We can also use Sora to interpolate gradually between two input videos, creating a seamless transition between entirely different subjects and scene compositions. In the example below, the middle video interpolates between the corresponding videos on the left and right.
Generate images
This is achieved by arranging Gaussian noise blocks in a spatial grid with a single-frame time length. The model is capable of generating images of varying sizes, with resolutions as high as 2048x2048. This method demonstrates Sora's flexibility and efficiency when handling image generation tasks, meeting users' needs for high-quality and high-resolution images. Through this technology, Sora can create images of various sizes and styles without sacrificing detail quality, providing users with extensive creative possibilities.
Emergent capabilities
These capabilities enable Sora to simulate certain aspects of humans, animals, and environments in the real world. These properties naturally emerge without explicit inductive biases for 3D, objects, etc., purely as phenomena of scale effects.
Sora is capable of generating videos with dynamic camera movements. As the camera shifts and rotates, characters and scene elements move consistently within a three-dimensional space.
Maintaining temporal consistency in long videos has always been a significant challenge for video generation systems. Sora is typically able to effectively model both short-range and long-range dependencies. For example, our model can keep characters, animals, and objects even when they are occluded or leave the frame. Similarly, it can generate multiple shots of the same character within a single sample while maintaining their appearance throughout the entire video.
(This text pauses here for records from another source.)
"""Positions laid flat, against the geometry of a sphere."""

from __future__ import annotations

import numpy as np
import pytest
from numpy.typing import NDArray

from pulsemend.readers.names import standard_positions
from pulsemend.signal.head_plane import lay_flat, sphere_centre


def scattered(seed: int, n: int = 40) -> NDArray[np.float64]:
    """Unit vectors on the upper part of a sphere."""
    rng = np.random.default_rng(seed)
    p = rng.standard_normal((n, 3))
    p[:, 2] = np.abs(p[:, 2]) - 0.2
    unit: NDArray[np.float64] = p / np.linalg.norm(p, axis=1, keepdims=True)
    return unit


def test_known_sites_lie_where_their_angles_say() -> None:
    """Oostenveld and Praamstra 2001: Cz at the crown, Fpz, T7, Oz and T8 a quarter down, Fz half of it."""
    known = standard_positions(["Cz", "Fpz", "Oz", "T7", "T8", "Fz", "Iz"])
    flat = dict(zip(known, lay_flat(np.array(list(known.values()))), strict=True))
    expected = {
        **{"Cz": (0, 0), "Fz": (0, 0.5), "Fpz": (0, 1), "Oz": (0, -1), "Iz": (0, -1.25)},
        **{"T7": (-1, 0), "T8": (1, 0)},
    }
    for name, place in expected.items():
        np.testing.assert_allclose(flat[name], place, atol=1e-9)


def test_the_centre_need_not_be_the_origin() -> None:
    directions = scattered(1)
    at = 0.09 * directions + (0.002, -0.004, 0.04)
    np.testing.assert_allclose(sphere_centre(at), (0.002, -0.004, 0.04), atol=1e-12)
    np.testing.assert_allclose(lay_flat(at), lay_flat(0.09 * directions), atol=1e-9)


@pytest.mark.parametrize(
    "positions",
    [
        0.09 * scattered(2, 11),
        5.0 * scattered(3) + 1.0,
        np.column_stack([scattered(4)[:, :2], np.full(40, 0.05)]),
    ],
    ids=["few", "no head's size", "in a plane"],
)
def test_without_a_sphere_the_origin_is_the_centre(positions: NDArray[np.float64]) -> None:
    np.testing.assert_array_equal(sphere_centre(positions), 0.0)


def test_nothing_gives_nothing() -> None:
    assert lay_flat(np.zeros((0, 3))).shape == (0, 2)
Sora can sometimes simulate actions that affect the state of the world in simple ways. For example, a painter can leave new brushstrokes on the canvas that persist over time, or someone eating a burger can leave bite marks.
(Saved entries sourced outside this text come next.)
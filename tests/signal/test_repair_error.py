"""Measures of a repair's error: tones and distributions whose answers are known."""

from __future__ import annotations

import numpy as np
import pytest
from scipy import stats

from pulsemend.signal.repair_error import (
    BANDS,
    Band,
    Interval,
    amplitude_error,
    draw_counts,
    earliest_below,
    phase_error,
    quantiles,
    ratio_of_sums,
    rhythm_weights,
)

TIMES_S = np.arange(-300, 500) / 1000.0


@pytest.mark.parametrize("band", BANDS)
def test_a_tone_gives_its_amplitude_and_its_phase_at_the_latency(band: Band) -> None:
    frequency_hz = band.frequency_hz
    for latency_s in (0.0, 0.1, 0.2):
        tone = 7.0 * np.cos(2 * np.pi * frequency_hz * (TIMES_S - latency_s) + 0.6) + 1000.0
        found = tone @ rhythm_weights(TIMES_S, frequency_hz, latency_s)
        # The window's own spectrum at the negative frequency and at zero is below 2 % with three radians.
        assert abs(found) == pytest.approx(7.0, rel=0.03)
        assert np.angle(found) == pytest.approx(0.6, abs=0.03)


def test_rhythms_are_told_apart() -> None:
    for band in BANDS:
        for other in BANDS:
            tone = np.cos(2 * np.pi * other.frequency_hz * TIMES_S)
            size = abs(tone @ rhythm_weights(TIMES_S, band.frequency_hz, 0.1))
            # Closed form: a Gaussian of f / 3 hertz around the band's frequency.
            distance = 3.0 * (other.frequency_hz - band.frequency_hz) / band.frequency_hz
            assert size == pytest.approx(np.exp(-0.5 * distance**2), abs=0.03)


def test_errors_of_amplitude_and_phase() -> None:
    true = np.array([[1.0], [2.0], [3.0], [0.5]], np.complex64)
    repaired = true * np.array([[1.5], [1j], [-1.0], [4.0]])
    np.testing.assert_allclose(amplitude_error(true, repaired)[:, 0], [1 / 3, 0.0, 0.0, 1.0], rtol=1e-6)
    # The last one is a third of the median: too small to have a phase.
    np.testing.assert_allclose(phase_error(true, repaired)[:, 0], [0.0, np.pi / 2, np.pi, np.nan], rtol=1e-6)
    silent = np.zeros((3, 1), np.complex64)
    assert np.isnan(amplitude_error(silent, silent)).all()
    assert np.isnan(phase_error(silent, silent)).all()


def test_quantiles_are_those_of_numpy_and_their_intervals_cover_the_truth() -> None:
    rng = np.random.default_rng(1)
    hits = np.zeros(2)
    for trial in range(100):
        values = rng.standard_normal((120, 2))
        found = quantiles(values, (0.5, 0.95), draw_counts(120, 200, trial))
        for place, (one, share) in enumerate(zip(found, (0.5, 0.95), strict=True)):
            assert one.value == np.quantile(values, share)
            hits[place] += one.low <= stats.norm.ppf(share) <= one.high
    # 95 % each, with room for 100 trials and for what a bootstrap of quantiles is known to miss.
    assert (hits >= 85).all()
    assert (hits <= 100).all()


def test_channels_of_a_gap_are_drawn_together() -> None:
    rng = np.random.default_rng(2)
    alone = rng.standard_normal((100, 1))
    counts = draw_counts(100, 400, 3)
    one = quantiles(alone, (0.5,), counts)[0]
    # The same values in ten channels tell nothing more.
    ten = quantiles(np.repeat(alone, 10, axis=1), (0.5,), counts)[0]
    assert ten.high - ten.low == pytest.approx(one.high - one.low, rel=0.1)
    # Different values do.
    other = quantiles(rng.standard_normal((100, 10)), (0.5,), counts)[0]
    assert other.high - other.low < 0.6 * (one.high - one.low)


def test_what_is_not_known_is_left_out() -> None:
    counts = draw_counts(4, 50, 0)
    values = np.array([[1.0, np.nan], [2.0, np.nan], [3.0, np.nan], [np.nan, np.nan]])
    assert quantiles(values, (0.5,), counts)[0].value == 2.0
    assert np.isnan(quantiles(np.full((4, 2), np.nan), (0.5,), counts)[0].value)


def test_ratios_of_sums() -> None:
    counts = draw_counts(50, 300, 5)
    above = np.arange(50.0)
    found = ratio_of_sums(above, np.full(50, 2.0), counts)
    assert found.value == pytest.approx(24.5 / 2)
    # Standard error of a mean, halved.
    assert (found.high - found.low) / 2 == pytest.approx(1.96 * above.std() / np.sqrt(50) / 2, rel=0.15)
    assert np.isnan(ratio_of_sums(above, np.zeros(50), counts).value)


def test_draws_keep_the_number_of_gaps_and_rest_on_the_seed() -> None:
    counts = draw_counts(30, 20, 1)
    assert (counts.sum(axis=1) == 30).all()
    np.testing.assert_array_equal(counts, draw_counts(30, 20, 1))
    assert (counts != draw_counts(30, 20, 2)).any()


def test_the_earliest_place_below_a_limit_is_that_of_staying_there() -> None:
    assert earliest_below(np.array([3.0, 0.5, 2.0, 0.5, 0.4]), 1.0) == 3
    assert earliest_below(np.array([0.5, 0.4]), 1.0) == 0
    assert earliest_below(np.array([0.5, 1.0]), 1.0) is None
    assert earliest_below(np.array([0.5, np.nan]), 1.0) is None
    assert earliest_below(np.array([]), 1.0) is None


def test_intervals_overlap_or_do_not() -> None:
    one, two, three = Interval(1, 0, 2), Interval(3, 2, 4), Interval(6, 5, 7)
    assert one.overlaps(two)
    assert two.overlaps(one)
    assert not one.overlaps(three)
    assert not three.overlaps(one)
Sora can simultaneously control the player in Minecraft while rendering the world and its dynamics at high fidelity. These capabilities can be zero-shot prompted by referring to keywords such as "Minecraft."
Limitations
Sora cannot accurately simulate the physical processes of many basic interactions, such as glass shattering. Other interactions, like eating food, do not always result in the correct change in object states. We also enumerate other common failure modes of the model — such as inconsistencies appearing in long samples or objects suddenly popping into existence.
Conclusion
We believe that the capabilities Sora has demonstrated so far show that continuing to scale up video models is a promising path toward developing capable simulators that can simulate the physical and digital worlds, along with the objects, animals, and humans within them. Despite existing limitations, these advancements reveal that by increasing the scale and complexity of the model, we are gradually able to overcome these challenges and move closer to creating AGI that can intricately simulate the world around us.